**Exercise data**
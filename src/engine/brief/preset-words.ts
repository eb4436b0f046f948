/** What the presets that ship are called, what they are for, and where their limits come from in words of the trade. */
export interface PresetWords {
  readonly name: string;
  readonly use: string;
}

const words: Readonly<Record<string, PresetWords>> = {
  school: {
    name: 'School',
    use: 'Class rooms and halls in use by day. The limit follows the weather of the past month (ASHRAE 55); its ceiling, cap and tolerances are ours.',
  },
  office: { name: 'Office', use: 'Rooms held at a fixed temperature on weekdays. Customary values; no single source.' },
  clinic: {
    name: 'Clinic',
    use: 'Waiting and consulting rooms. Direct and two-stage cooling need a written reason, infection control signs off. Customary values; no single source.',
  },
  'hall-recommended': {
    name: 'Data hall, recommended',
    use: 'Equipment within the recommended envelope of ASHRAE TC 9.9, return air cooled through an exchanger.',
  },
  'hall-allowable': {
    name: 'Data hall, allowable A1',
    use: 'Equipment within the allowable envelope A1 of ASHRAE TC 9.9, derated with height.',
  },
  glasshouse: {
    name: 'Glasshouse',
    use: 'Pads and fans by daylight. Vapour pressure deficit: Konopacki et al.; airflow and rise: greenhouse trade guides, UF/IFAS AE069; the rest is ours.',
  },
  dairy: {
    name: 'Dairy',
    use: 'Cows under a temperature-humidity index (NRC 1971); 72 as the alarm: Brouk, Smith and Harner, Kansas State.',
  },
  broiler: {
    name: 'Broiler house',
    use: 'Older birds in tunnel ventilation. Pads from 28 °C, none over 80 % outdoor humidity: Czarick, University of Georgia; the rest is ours.',
  },
  warehouse: {
    name: 'Warehouse, factory',
    use: 'People at work in the shade. The shade heat figure is ours and stands for no measured index: measure on site.',
  },
  'process-water': {
    name: 'Process water',
    use: 'Cold water from a tower. 0.4 % of the hours is 35 h, as in ASHRAE design conditions; the rest is ours.',
  },
  'turbine-inlet': { name: 'Turbine inlet', use: 'Air drawn by a turbine, cooled to a target. All values are ours.' },
};

/** A preset that has no words of its own goes by its name. */
export function presetWords(id: string): PresetWords {
  return Object.hasOwn(words, id) ? (words[id] ?? { name: id, use: '' }) : { name: id, use: '' };
}
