import type { Knex } from 'knex';
import { STATION_WITHIN } from './same-station.ts';
import { findStationLike, insertStation, lockStationsOfTeam } from './station-store.ts';
import { zoneOfStation } from './zone-of-station.ts';

/** WMO numbers that stand for "none" in files of common practice. */
const NO_NUMBER = /^(0*|9+|-|unknown|n\/?a)$/i;

export interface StationOfFile {
  readonly teamId: string;
  readonly name: string;
  readonly latitude: number;
  readonly longitude: number;
  readonly elevationM: number;
  readonly utcOffsetH: number;
  readonly wmoNumber: string | null;
}

/** The team's station that a file belongs to, made when there is none yet. */
export async function findOrMakeStation(transaction: Knex.Transaction, declared: StationOfFile): Promise<string> {
  const number = declared.wmoNumber?.trim() ?? '';
  const station = { ...declared, wmoNumber: NO_NUMBER.test(number) ? null : number };
  await lockStationsOfTeam(transaction, station.teamId);
  const found = await findStationLike(transaction, {
    ...station,
    withinDeg: STATION_WITHIN.deg,
    withinM: STATION_WITHIN.heightM,
  });
  if (found !== null) return found;
  return await insertStation(transaction, {
    ...station,
    utcOffsetMin: Math.round(station.utcOffsetH * 60),
    zone: zoneOfStation(station),
  });
}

**Aim of the task**
Copy out, from the data above, every line holding the word "none".

**Solution to the problem**
    use: 'Older birds in tunnel ventilation. Pads from 28 °C, none over 80 % outdoor humidity: Czarick, University of Georgia; the rest is ours.',
/** WMO numbers that stand for "none" in files of common practice. */
/** The team's station that a file belongs to, made when there is none yet. */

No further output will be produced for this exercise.